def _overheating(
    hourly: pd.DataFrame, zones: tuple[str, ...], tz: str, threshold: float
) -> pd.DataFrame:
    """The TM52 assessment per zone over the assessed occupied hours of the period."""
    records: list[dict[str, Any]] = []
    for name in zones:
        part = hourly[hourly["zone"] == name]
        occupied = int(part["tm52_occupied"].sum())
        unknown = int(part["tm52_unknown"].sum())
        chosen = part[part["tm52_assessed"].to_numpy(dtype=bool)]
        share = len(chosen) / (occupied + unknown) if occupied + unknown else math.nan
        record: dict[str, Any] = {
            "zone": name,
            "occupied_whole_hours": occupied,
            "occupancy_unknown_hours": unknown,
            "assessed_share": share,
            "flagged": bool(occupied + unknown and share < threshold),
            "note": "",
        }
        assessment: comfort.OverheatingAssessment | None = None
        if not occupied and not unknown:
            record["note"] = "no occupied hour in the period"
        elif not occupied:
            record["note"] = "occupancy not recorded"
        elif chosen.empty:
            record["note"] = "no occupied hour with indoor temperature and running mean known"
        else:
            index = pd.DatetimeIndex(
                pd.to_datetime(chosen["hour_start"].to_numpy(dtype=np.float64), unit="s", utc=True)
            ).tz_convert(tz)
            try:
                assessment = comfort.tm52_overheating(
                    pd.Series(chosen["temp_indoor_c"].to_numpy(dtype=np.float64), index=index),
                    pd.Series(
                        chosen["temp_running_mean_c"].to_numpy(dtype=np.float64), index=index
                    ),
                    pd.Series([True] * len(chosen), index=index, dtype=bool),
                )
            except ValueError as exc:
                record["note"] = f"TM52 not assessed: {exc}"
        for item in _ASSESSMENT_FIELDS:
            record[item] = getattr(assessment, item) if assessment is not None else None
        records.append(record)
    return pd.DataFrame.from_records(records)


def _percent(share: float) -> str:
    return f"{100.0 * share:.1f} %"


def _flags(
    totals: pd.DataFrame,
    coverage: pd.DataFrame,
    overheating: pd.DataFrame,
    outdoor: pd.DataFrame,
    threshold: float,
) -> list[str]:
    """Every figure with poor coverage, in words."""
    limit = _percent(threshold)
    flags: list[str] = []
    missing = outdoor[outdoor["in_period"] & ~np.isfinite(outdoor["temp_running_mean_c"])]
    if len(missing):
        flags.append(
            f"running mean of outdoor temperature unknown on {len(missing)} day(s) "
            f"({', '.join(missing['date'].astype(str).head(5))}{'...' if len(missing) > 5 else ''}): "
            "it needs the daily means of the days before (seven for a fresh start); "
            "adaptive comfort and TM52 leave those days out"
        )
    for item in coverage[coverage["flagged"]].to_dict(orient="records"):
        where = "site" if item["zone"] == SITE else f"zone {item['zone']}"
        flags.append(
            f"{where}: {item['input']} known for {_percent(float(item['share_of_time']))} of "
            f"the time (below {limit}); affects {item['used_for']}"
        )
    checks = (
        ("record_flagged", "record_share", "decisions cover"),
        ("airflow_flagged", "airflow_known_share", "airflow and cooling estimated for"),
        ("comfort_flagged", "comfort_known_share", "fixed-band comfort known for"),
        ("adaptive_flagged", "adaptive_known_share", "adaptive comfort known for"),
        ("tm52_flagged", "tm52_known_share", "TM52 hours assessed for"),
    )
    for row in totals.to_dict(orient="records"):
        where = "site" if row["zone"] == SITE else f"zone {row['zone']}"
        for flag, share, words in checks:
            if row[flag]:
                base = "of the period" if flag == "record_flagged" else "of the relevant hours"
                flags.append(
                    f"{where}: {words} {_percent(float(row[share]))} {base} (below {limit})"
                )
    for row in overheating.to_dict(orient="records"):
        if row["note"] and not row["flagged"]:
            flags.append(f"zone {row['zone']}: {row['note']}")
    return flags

** What is required **
Once you have checked the entries above, say how many lines include the word "words", and nothing beyond the number.

** Output below **
3